German Potato Salad
This tangy and flavorful salad is served warm, showcasing the delicious simplicity of fresh ingredients and traditional flavors.
INGREDIENTS
2 lbs. red potatoes
6 slices bacon
1 small onion, finely chopped
¼ cup apple cider vinegar
¼ cup chicken or vegetable broth
2 Tbsp. whole grain mustard
1 tsp. sugar
Salt and pepper to taste
Chopped fresh parsley
INSTRUCTIONS
- Boil the potatoes in a large pot of water until render, about 15-20 minutes. Drain and let cool slightly before slicing into ¼ inch thick rounds.
- In a large skillet, cook the bacon until crisp. Remove the bacon and crumble it, leaving the grease in the skillet.
- Add the chopped onion to the skillet and cook until softened, about 5 minutes.

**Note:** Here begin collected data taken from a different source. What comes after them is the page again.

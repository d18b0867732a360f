import { useEffect, useRef, useState } from 'react';
import { useMutation, useQueryClient } from '@tanstack/react-query';
import { useFormState, useWatch, type UseFormReturn } from 'react-hook-form';
import { useSearchParams } from 'react-router-dom';
import {
  createDraft,
  draftContent,
  saveDraft,
  type DraftContent,
  type WeighUpDraft,
} from '#shared/weigh-up-draft.ts';
import { ApiError, callApi } from '#src/api-client.ts';
import { useUrlPatch } from '#src/url-state.ts';
import type { NewWeighUpDraft, NewWeighUpForm } from './new-weigh-up-form.ts';
import { draftsQuery } from './weigh-up-queries.ts';

/** Saved this long after the last edit, ms. */
const pause = 1000;

const prices = ['priceLow', 'priceMiddle', 'priceHigh'] as const;

/** The form as a draft holds it: prices of the sheet are left to the sheet. */
export function toFormDraft(content: DraftContent | undefined): NewWeighUpDraft {
  return {
    growerName: content?.growerName ?? '',
    farmName: content?.farmName ?? '',
    areaHectares: content?.areaHectares ?? null,
    usualYield: content?.usualYield ?? null,
    priceLow: null,
    priceMiddle: null,
    priceHigh: null,
  };
}

/** Puts a draft's prices over those of the sheet, as if they had just been typed. */
export function typePrices(
  form: UseFormReturn<NewWeighUpDraft, unknown, NewWeighUpForm>,
  content: DraftContent | undefined,
): void {
  for (const name of prices) {
    const price = content?.[name] ?? null;
    if (price !== null) form.setValue(name, price, { shouldDirty: true });
  }
}

/** The address's query without the draft that it names: the question alone. */
export function questionOf(search: URLSearchParams): string {
  const question = new URLSearchParams(search);
  question.delete('draft');
  return question.toString();
}

/** What is typed may be no figure yet (NaN): a draft does not keep that. */
const figureOf = (value: number | null | undefined): number | null =>
  typeof value === 'number' && Number.isFinite(value) ? value : null;

export type DraftSaving = {
  /** null before the first saving */
  draftId: string | null;
  /** Whether the draft is kept as it stands. */
  isKept: boolean;
  error: Error | null;
  /** Ends the saving, since the draft becomes a weigh-up; waits for the one under way, and gives the draft's id, if there is one. */
  stop: () => Promise<string | null>;
  /** Goes on saving: the draft did not become a weigh-up. */
  goOn: () => void;
};

/**
 * Keeps what is typed as a draft on the server, a second after the last edit, once there is something typed.
 * @param opened the draft that the page was opened with
 */
export function useDraftSaving(
  form: UseFormReturn<NewWeighUpDraft, unknown, NewWeighUpForm>,
  opened: WeighUpDraft | undefined,
): DraftSaving {
  const [search] = useSearchParams();
  const patch = useUrlPatch();
  const client = useQueryClient();
  const held = useRef<WeighUpDraft | null>(opened ?? null);
  const underWay = useRef<Promise<unknown> | null>(null);
  const [isStopped, setIsStopped] = useState(false);
  const typed = useWatch({ control: form.control });
  const { isDirty, dirtyFields } = useFormState({ control: form.control });
  const content: DraftContent = {
    question: questionOf(search),
    growerName: typed.growerName ?? '',
    farmName: typed.farmName ?? '',
    areaHectares: figureOf(typed.areaHectares),
    usualYield: figureOf(typed.usualYield),
    priceLow: dirtyFields.priceLow ? figureOf(typed.priceLow) : null,
    priceMiddle: dirtyFields.priceMiddle ? figureOf(typed.priceMiddle) : null,
    priceHigh: dirtyFields.priceHigh ? figureOf(typed.priceHigh) : null,
  };
  const text = JSON.stringify(content);
  const [saved, setSaved] = useState(opened && { id: opened.id, text: JSON.stringify(opened.content) });
  const {
    mutate,
    error,
    isPending,
    variables: tried,
  } = useMutation({
    mutationFn: async (written: string) => {
      const writing = keep(held.current, draftContent.parse(JSON.parse(written)));
      underWay.current = writing;
      held.current = await writing;
      return held.current.id;
    },
    onSuccess: () => client.invalidateQueries({ queryKey: draftsQuery.queryKey }),
  });
  const isWorthKeeping = isDirty || saved !== undefined;
  useEffect(() => {
    // One at a time: the revision of one saving is what the next is made over. What was refused waits for the next edit.
    const mayTry = !isStopped && !isPending && (error === null || text !== tried);
    if (!mayTry || !isWorthKeeping || text === saved?.text) return undefined;
    const save = () =>
      mutate(text, {
        // Not told any more once the page is left, whose address it would change.
        onSuccess: (id) => {
          setSaved({ id, text });
          patch({ draft: id });
        },
      });
    const timer = setTimeout(save, pause);
    return () => clearTimeout(timer);
  }, [isStopped, isPending, error, tried, isWorthKeeping, text, saved, mutate, patch]);
  const stop = async () => {
    setIsStopped(true);
    await underWay.current?.catch(() => undefined);
    return held.current?.id ?? null;
  };
  const goOn = () => setIsStopped(false);
  return { draftId: saved?.id ?? null, isKept: text === saved?.text, error, stop, goOn };
}

/**
 * Writes on the draft held, or begins one where there is none. One that was written on, deleted or weighed in another
 * tab is left as it stands there, and what is typed here becomes a draft of its own.
 */
async function keep(held: WeighUpDraft | null, content: DraftContent): Promise<WeighUpDraft> {
  if (held !== null) {
    const { id: draftId, revision } = held;
    try {
      return (await callApi(saveDraft, { params: { draftId }, body: { revision, content } })).draft;
    } catch (error) {
      if (!(error instanceof ApiError) || !movedElsewhere.has(error.code)) throw error;
    }
  }
  return (await callApi(createDraft, { body: { content } })).draft;
}

const movedElsewhere: ReadonlySet<ApiError['code']> = new Set(['revision-conflict', 'not-found'] as const);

- Stir in the apple cider vinegar, broth, mustard, sugar, salt, and pepper. Cook for another 2 minutes to heat through.
- Add the sliced potatoes to the skillet and toss to coat in the dressing. Cook for a few minutes to heat through.
- Remove from heat and sprinkle the crumbled bacon on top. Garnish with chopped parsley.
- Serve warm or at room temperature. Enjoy!